Ségolène Royal, Gloria Gaynor de la politique française
Coup de tonnerre en pleine torpeur estivale : Ségolène Royal, qu'on n'entendait plus trop, depuis son petit voyage en Algérie, en janvier dernier, est donc candidate. Candidate à la primaire fermée du Parti socialiste qui sera organisée en vue de l’élection présidentielle. Car il y aura « primaire fermée », au grand dam d’Olivier Faure, puisque les militants du parti à la rose en ont décidé ainsi à 55,5 %. C’est leur choix. Un non-événement, me direz-vous, car, après tout, les chances que le prochain président de la République soit issu du parti fondé par François Mitterrand sont, à ce jour, infinitésimales. L’événement, si l’on peut dire ainsi, c’est que Ségolène Royal y retourne. On entend déjà d’ici les quolibets, les moqueries, les railleries. Il n’empêche que...

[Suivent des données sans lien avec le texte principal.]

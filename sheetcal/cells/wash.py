"""The washings route by route: nitric and sulfuric acid each in a line of its own, then the route's choice.

A coefficient "per mass-%" has the unit of its result; the per cent it multiplies is a pure number.
Standard library only: this file also runs inside LibreOffice's Python.
"""

from typing import Annotated

from sheetcal.cells.combustion import (
    CARBONATE_VOLUME,
    HEATS_PER_LENGTH,
    M_NITRATE,
    M_SULFATE,
    NORMAL_ACID,
    SULFURIC_PER_ML,
)
from sheetcal.cells.constants import M_S, MG_PER_G, ML_PER_L
from sheetcal.cells.primitives import is_blank, is_number, look_up
from sheetcal.cells.registry import (
    CM_OR_BLANK,
    J_OR_BLANK,
    J_PER_G,
    J_PER_ML,
    MG_PER_L,
    ML,
    PERCENT,
    PERCENT_OR_BLANK,
    TEXT,
    TEXT_OR_BLANK,
    TEXTS,
    G,
    J,
    cell,
)

CENTIMETRES = Annotated[float, "cm"]

_ACIDS = "acids of the washings; equivalents re-derived"
_TITRATION = "titration with barium hydroxide and carbonate, as in ISO 1928"
_IONS = "ions of the washings, molar masses"


@cell("LENGTH_BURNT", equation="start - left", source="measured wire", standing="derived", needs=("left <= start",))
def length_burnt(start: CENTIMETRES, left: CENTIMETRES) -> CENTIMETRES:
    """Length of the fuse wire that burned."""
    return start - left


@cell(
    "WIRE_HEAT_OF_LENGTH",
    equation="Q = h x length burnt",
    source="table of lots of the lab file",
    standing="derived",
    needs=(
        "is_blank(lot) == is_blank(burnt)",
        "is_blank(lot) or is_number(look_up(lot, lots, heats))",
    ),
)
def wire_heat_of_length(lot: TEXT_OR_BLANK, burnt: CM_OR_BLANK, lots: TEXTS, heats: HEATS_PER_LENGTH) -> J:
    """Heat of the fuse wire that burned; 0 without a lot, blank for a lot without its length."""
    return 0 if is_blank(lot) else burnt * look_up(lot, lots, heats)


@cell(
    "NITRIC_HEAT_FROM_ACID",
    equation="Q = q V - q_S m S - q_Cl m Cl; V of 0.1 mol/L",
    source=_ACIDS,
    standing="derived",
)
def nitric_heat_from_acid(
    acid_volume: ML,
    mass: G,
    sulfur: PERCENT,
    chlorine: PERCENT_OR_BLANK,
    heat_per_mL: J_PER_ML,
    sulfur_as_nitric: J_PER_G,
    chlorine_as_nitric: J_PER_G,
) -> J:
    """Heat of nitric acid from the total acid, what sulfur and chlorine gave taken out; chlorine blank is 0."""
    halide = chlorine_as_nitric * chlorine if is_number(chlorine) else 0
    return heat_per_mL * acid_volume - mass * (sulfur_as_nitric * sulfur + halide)


@cell("NITRIC_HEAT_FROM_BARIUM", equation="Q = q (20.0 - V1)", source=_TITRATION, standing="memory")
def nitric_heat_from_barium(back_titre: ML, heat_per_mL: J_PER_ML) -> J:
    """Heat of nitric acid from the back titration after barium and carbonate."""
    return heat_per_mL * (CARBONATE_VOLUME - back_titre)


@cell("NITRIC_HEAT_FROM_IONS", equation="Q = q x 0.1 mol/L equivalents of nitrate", source=_IONS, standing="derived")
def nitric_heat_from_ions(nitrate: MG_PER_L, wash_volume: ML, heat_per_mL: J_PER_ML) -> J:
    """Heat of nitric acid from nitrate in the washings."""
    grams = nitrate * wash_volume / ML_PER_L / MG_PER_G
    return heat_per_mL * (grams / M_NITRATE / NORMAL_ACID * ML_PER_L)


@cell("SULFURIC_HEAT_FROM_SULFUR", equation="Q = q m S", source=_ACIDS, standing="derived")
def sulfuric_heat_from_sulfur(mass: G, sulfur: PERCENT, heat_per_gram_percent: J_PER_G) -> J:
    """Heat of sulfuric acid from the sulfur of the charge."""
    return heat_per_gram_percent * mass * sulfur


@cell("SULFURIC_HEAT_FROM_BARIUM", equation="Q = 15.1 (V1 + V2 - 20.0)", source=_TITRATION, standing="memory")
def sulfuric_heat_from_barium(barium_volume: ML, back_titre: ML) -> J:
    """Heat of sulfuric acid from the titration with barium and carbonate."""
    return SULFURIC_PER_ML * (back_titre + barium_volume - CARBONATE_VOLUME)


@cell("SULFURIC_HEAT_FROM_IONS", equation="Q = q x 100 x sulfate as S", source=_IONS, standing="derived")
def sulfuric_heat_from_ions(sulfate: MG_PER_L, wash_volume: ML, heat_per_gram_percent: J_PER_G) -> J:
    """Heat of sulfuric acid from sulfate in the washings."""
    grams = sulfate * wash_volume / ML_PER_L / MG_PER_G * M_S / M_SULFATE
    return heat_per_gram_percent * (100 * grams)


@cell(
    "ACID_HEAT_BY_ROUTE",
    equation="by total acid, barium, ions or fixed; 0 where nothing is titrated",
    source="route that the run names",
    standing="derived",
    choices={"route": ("total acid", "barium", "ions", "fixed", "none")},
    needs=(
        "is_number(by_acid) if route == 'total acid' else is_number(by_barium) if route == 'barium'"
        " else is_number(by_ions) if route == 'ions' else route == 'none' or is_number(fixed)",
    ),
)
def acid_heat_by_route(
    route: TEXT, by_acid: J_OR_BLANK, by_barium: J_OR_BLANK, by_ions: J_OR_BLANK, fixed: J_OR_BLANK
) -> J:
    """Heat of an acid by the route that the washings were analysed."""
    stated = 0 if route == "none" else fixed
    analysed = by_barium if route == "barium" else by_ions if route == "ions" else stated
    return by_acid if route == "total acid" else analysed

J’ai décidé de participer à la primaire après de nombreux échanges avec des gens rencontrés, des élus, des citoyens actifs dans des associations, des entreprises.

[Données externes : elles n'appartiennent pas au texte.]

"""The register of cell functions: units, ranges, relations, sources, and the guarded call.

Units live in the annotations (`Annotated[float, "J/g"]`, aliases below), range and source in the decorator.
The guard is the same in Python and in the formula: a missing number, a value outside its range or a relation
that does not hold gives a blank, never an error value and never a wrong number.
"""

import difflib
import functools
import importlib
import math
import pkgutil
from dataclasses import dataclass
from typing import (
    Annotated,
    Any,
    Callable,
    Dict,
    List,
    Mapping,
    Optional,
    Sequence,
    Tuple,
    TypeVar,
    Union,
    get_args,
    get_type_hints,
)

import sheetcal.cells
from sheetcal.cells.grammar import Body, Constant, read_body, read_need
from sheetcal.cells.primitives import BLANK, Text, is_blank, is_number, is_text, numbers
from sheetcal.errors import BadInput, OutOfRange

__all__ = [
    "Argument",
    "CellFunction",
    "Constant",
    "all",
    "call",
    "cell",
    "constants",
    "describe",
    "evaluate",
    "get",
]

OPTIONAL = "optional"  # a blank is allowed, the body tests it
COLUMN = "column"  # a series that may be empty: a column of a look-up table
SAME = "same as "  # followed by an argument's name: its unit, whatever that is

ONE = Annotated[float, "1"]
PERCENT = Annotated[float, "%"]
G = Annotated[float, "g"]
J = Annotated[float, "J"]
KJ = Annotated[float, "kJ"]
K = Annotated[float, "K"]
DEGC = Annotated[float, "degC"]
MIN = Annotated[float, "min"]
S = Annotated[float, "s"]
ML = Annotated[float, "mL"]
CM = Annotated[float, "cm"]
MPA = Annotated[float, "MPa"]
KPA = Annotated[float, "kPa"]
W = Annotated[float, "W"]
J_PER_G = Annotated[float, "J/g"]
J_PER_K = Annotated[float, "J/K"]
J_PER_G_K = Annotated[float, "J/(g K)"]
J_PER_ML = Annotated[float, "J/mL"]
J_PER_MOL = Annotated[float, "J/mol"]
J_PER_MOL_K = Annotated[float, "J/(mol K)"]
KJ_PER_MOL = Annotated[float, "kJ/mol"]
K_PER_MIN = Annotated[float, "K/min"]
PER_MIN = Annotated[float, "1/min"]
MOL = Annotated[float, "mol"]
MOL_PER_L = Annotated[float, "mol/L"]
MG_PER_L = Annotated[float, "mg/L"]
G_PER_ML = Annotated[float, "g/mL"]
G_PER_MOL = Annotated[float, "g/mol"]
CM3_PER_G = Annotated[float, "cm3/g"]
CM3_PER_MOL = Annotated[float, "cm3/mol"]
MJ_PER_KG = Annotated[float, "MJ/kg"]
TEXT = Annotated[str, None]
ANY = Annotated[float, "any"]
SAME_AS_VALUE = Annotated[float, SAME + "value"]
SAME_AS_VALUES = Annotated[float, SAME + "values"]

ONE_OR_BLANK = Annotated[float, "1", OPTIONAL]
PERCENT_OR_BLANK = Annotated[float, "%", OPTIONAL]
G_OR_BLANK = Annotated[float, "g", OPTIONAL]
J_OR_BLANK = Annotated[float, "J", OPTIONAL]
K_OR_BLANK = Annotated[float, "K", OPTIONAL]
DEGC_OR_BLANK = Annotated[float, "degC", OPTIONAL]
MIN_OR_BLANK = Annotated[float, "min", OPTIONAL]
ML_OR_BLANK = Annotated[float, "mL", OPTIONAL]
CM_OR_BLANK = Annotated[float, "cm", OPTIONAL]
J_PER_G_OR_BLANK = Annotated[float, "J/g", OPTIONAL]
J_PER_G_K_OR_BLANK = Annotated[float, "J/(g K)", OPTIONAL]
K_PER_MIN_OR_BLANK = Annotated[float, "K/min", OPTIONAL]
MG_PER_L_OR_BLANK = Annotated[float, "mg/L", OPTIONAL]
G_PER_ML_OR_BLANK = Annotated[float, "g/mL", OPTIONAL]
TEXT_OR_BLANK = Annotated[str, None, OPTIONAL]

TIMES = Annotated[Sequence[Any], "min"]
TEMPERATURES = Annotated[Sequence[Any], "degC"]
HEATS = Annotated[Sequence[Any], "J"]
MASSES = Annotated[Sequence[Any], "g"]
SPECIFIC_HEATS = Annotated[Sequence[Any], "J/(g K)"]
VALUES = Annotated[Sequence[Any], "any"]
TEXTS = Annotated[Sequence[Any], None, COLUMN]

Value = Union[float, str, None]
Range = Tuple[Optional[float], Optional[float]]
F = TypeVar("F", bound=Callable[..., Any])

_functions: Dict[str, "CellFunction"] = {}


@dataclass(frozen=True)
class Argument:
    """One argument: `unit` None is text, "any" any unit, "same as NAME" the unit of another argument.

    `low` and `high` bound a number, or every number of a series, in the argument's own unit. `column` marks a
    series that may be empty. `choices` are the texts allowed.
    """

    name: str
    unit: Optional[str]
    low: Optional[float] = None
    high: Optional[float] = None
    series: bool = False
    optional: bool = False
    text: bool = False
    column: bool = False
    choices: Tuple[str, ...] = ()


@dataclass(frozen=True)
class Need:
    """A relation between arguments that must hold: its text and its checked expression."""

    text: str
    body: Body


@dataclass(frozen=True)
class CellFunction:
    """A registered cell function; `body` is the plain, unguarded Python function."""

    name: str
    args: Tuple[Argument, ...]
    unit: Optional[str]
    equation: str
    source: str
    standing: str
    needs: Tuple[Need, ...]
    body: Callable[..., Any]
    doc: str
    tree: Body
    constants: Tuple[Constant, ...]

    def argument(self, name: str) -> Argument:
        """The argument of that name. Raises KeyError."""
        return {argument.name: argument for argument in self.args}[name]


def cell(
    name: str,
    *,
    equation: str,
    source: str,
    standing: str = "published",
    valid: Optional[Mapping[str, Range]] = None,
    choices: Optional[Mapping[str, Sequence[str]]] = None,
    needs: Sequence[str] = (),
) -> Callable[[F], F]:
    """Register a cell function and return the guarded call. Raises BadInput for what cannot be a formula."""

    def register(function: F) -> F:
        args, unit = _signature(function, valid or {}, choices or {})
        names = [argument.name for argument in args]
        tree = read_body(function, names)
        relations = tuple(Need(text, read_need(text, name, names, function.__globals__)) for text in needs)
        _refuse_double(name, standing)
        constants = {c.name: c for body in (tree, *(need.body for need in relations)) for c in body.constants.values()}
        doc = (function.__doc__ or "").strip()
        _functions[name] = CellFunction(
            name,
            args,
            unit,
            equation,
            source,
            standing,
            relations,
            function,
            doc,
            tree,
            tuple(constants.values()),
        )

        @functools.wraps(function)
        def guarded(*values: Any, **named: Any) -> Any:
            return call(name, **dict(zip(names, values)), **named)

        return guarded  # type: ignore[return-value]  # same signature, kept by functools.wraps

    return register


def _refuse_double(name: str, standing: str) -> None:
    if name in _functions:
        raise BadInput(name, "two cell functions have this name", "one name, one function", "Rename one.")
    if standing not in ("derived", "published", "memory"):
        raise BadInput(name, f"standing `{standing}`", "derived, published or memory", "Correct it.")


def _signature(
    function: Callable[..., Any], valid: Mapping[str, Range], choices: Mapping[str, Sequence[str]]
) -> Tuple[Tuple[Argument, ...], Optional[str]]:
    hints = get_type_hints(function, include_extras=True)
    result = get_args(hints.pop("return"))
    args = tuple(_argument(name, get_args(hint), valid, choices) for name, hint in hints.items())
    strangers = (set(valid) | set(choices)) - {argument.name for argument in args}
    if strangers:
        raise BadInput(function.__name__, f"range for unknown argument {sorted(strangers)}", "its own arguments")
    return args, result[1]


def _argument(
    name: str, parts: Tuple[Any, ...], valid: Mapping[str, Range], choices: Mapping[str, Sequence[str]]
) -> Argument:
    kind, unit, marks = parts[0], parts[1], parts[2:]
    low, high = valid.get(name, (None, None))
    series = kind not in (float, str)
    return Argument(
        name,
        unit,
        low,
        high,
        series,
        OPTIONAL in marks,
        unit is None,
        COLUMN in marks,
        tuple(choices.get(name, ())),
    )


@functools.lru_cache(maxsize=None)  # looking for files at every call took nine tenths of computing a workbook
def _load() -> None:
    for module in pkgutil.iter_modules(sheetcal.cells.__path__):
        importlib.import_module(f"sheetcal.cells.{module.name}")


def all() -> List[CellFunction]:  # the registry's own word, always used with its module
    """Every cell function, by name."""
    _load()
    return [_functions[name] for name in sorted(_functions)]


def get(name: str) -> CellFunction:
    """The cell function of that name. Raises KeyError naming the three nearest."""
    _load()
    if name not in _functions:
        raise KeyError(f"{name}; nearest: {', '.join(nearest(name))}")
    return _functions[name]


def nearest(name: str) -> List[str]:
    """The three names most like an unknown one."""
    _load()
    return difflib.get_close_matches(name.upper(), sorted(_functions), n=3, cutoff=0.0)


def constants() -> Dict[str, Constant]:
    """Every constant that a cell function uses, by its defined name. Raises BadInput when two disagree."""
    found: Dict[str, Constant] = {}
    for function in all():
        for constant in function.constants:
            known = found.setdefault(constant.name, constant)
            if (float(known), known.unit) != (float(constant), constant.unit):
                raise BadInput(function.name, f"constant {constant.name} has two values", "one value", "Share it.")
    return found


def describe(name: str) -> Dict[str, Any]:
    """What `sheetcal cells NAME --json` shows, without the formula. Raises KeyError."""
    function = get(name)
    keys = ("name", "unit", "low", "high", "series")
    args = [{key: getattr(argument, key) for key in keys} for argument in function.args]
    return {
        "name": name,
        "result": function.doc.splitlines()[0],
        "unit": function.unit,
        "args": args,
        "equation": function.equation,
        "source": function.source,
        "standing": function.standing,
    }


def _clean(argument: Argument, value: Any) -> Any:
    """A cell's content as the body sees it: blank as BLANK or None, text without case, numbers as float."""
    if argument.series:
        return list(value)
    if is_blank(value):
        return None if argument.text else BLANK
    if argument.text and is_text(value):
        return Text(value)
    return float(value) if is_number(value) else value


def _fault(argument: Argument, value: Any) -> str:
    """What is wrong with one cleaned value; an empty text when nothing is."""
    if argument.series:
        present = argument.column or bool(numbers(value))
        return _range_fault(argument, numbers(value)) if present else "holds no number"
    if is_blank(value):
        return "" if argument.optional else "is missing"
    if argument.text:
        return _text_fault(argument, value)
    return _range_fault(argument, [value]) if is_number(value) else "is not a number"


def _text_fault(argument: Argument, value: Any) -> str:
    if not is_text(value):
        return "is not text"
    known = not argument.choices or value in argument.choices
    return "" if known else f"{value!r} is not one of {', '.join(argument.choices)}"


def _range_fault(argument: Argument, values: List[float]) -> str:
    low = -math.inf if argument.low is None else argument.low
    high = math.inf if argument.high is None else argument.high
    outside = [value for value in values if not low <= value <= high]
    return f"{outside[0]:g} lies outside {low:g} to {high:g}" if outside else ""


def _values(function: CellFunction, args: Mapping[str, Any]) -> Dict[str, Any]:
    empty: Dict[str, Any] = {argument.name: [] if argument.series else None for argument in function.args}
    return {a.name: _clean(a, args.get(a.name, empty[a.name])) for a in function.args}


def evaluate(name: str, args: Mapping[str, Any]) -> Value:
    """The result as the sheet shows it; None where the guard leaves the cell blank. Raises KeyError (name).

    args: cell contents by argument name; what is not named is blank.
    """
    function = get(name)
    values = _values(function, args)
    if any(_fault(argument, values[argument.name]) for argument in function.args):
        return None
    try:
        result: Value = function.tree.value(values) if _all_hold(function, values) else None
    except (ArithmeticError, LookupError, ValueError):
        return None  # a guard has a gap: blank all the same, and the comparison with LibreOffice shows it
    return None if is_blank(result) else str(result) if isinstance(result, str) else result


def _all_hold(function: CellFunction, values: Mapping[str, Any]) -> bool:
    # In order, and no further than the first that fails: a later one may rest on an earlier one.
    return not any(not need.body.value(values) for need in function.needs)


def call(name: str, **args: Any) -> Any:
    """The result for good arguments. Raises KeyError (name), TypeError (arguments), OutOfRange (values)."""
    function = get(name)
    unknown = set(args) - {argument.name for argument in function.args}
    missing = {a.name for a in function.args if not (a.optional or a.column)} - set(args)
    if unknown or missing:
        raise TypeError(f"{name}: unknown arguments {sorted(unknown)}, missing arguments {sorted(missing)}")
    values = _values(function, args)
    for argument in function.args:
        fault = _fault(argument, values[argument.name])
        if fault:
            unit = f" ({argument.unit})" if argument.unit else ""
            raise OutOfRange(f"{name}, {argument.name}{unit}", fault, "a value in its range", "Correct it.")
    for need in function.needs:
        if not need.body.value(values):
            raise OutOfRange(name, "the arguments do not go together", need.text, "Correct them.")
    return function.tree.value(values)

Je prends cette initiative avec humilité, sans égo, et sans posture de supériorité comme on en voit trop. Pour…— Ségolène Royal (@RoyalSegolene) July 10, 2026
Royal, avec Hollande, le dernier éléphant du PS
Il n’empêche que Ségolène Royal – on aime, on n’aime pas, ce n’est pas le sujet – fait partie du club très fermé des socialistes qui, depuis 1965, ont été finalistes à l’élection présidentielle : Mitterrand, bien sûr - et face à de Gaulle en 1965, excusez du peu -, Jospin, en 1995 – pas en 2002… -, Hollande en 2012 et, donc, Royal en 2007 face à Sarkozy. En 2017, Benoît Hamon se ramassa au premier tour, à 6,36 %, et, en 2022, Anne Hidalgo pulvérisa tous les records, avec son 1,75 %, moins que le communiste Roussel, qui fit tout de même 2,28 %, ou que le socialiste Gaston Defferre en 1969 (5,01 %). C’est dire. C’est pourquoi, cette candidature de Ségolène Royal n’a rien d’incongru.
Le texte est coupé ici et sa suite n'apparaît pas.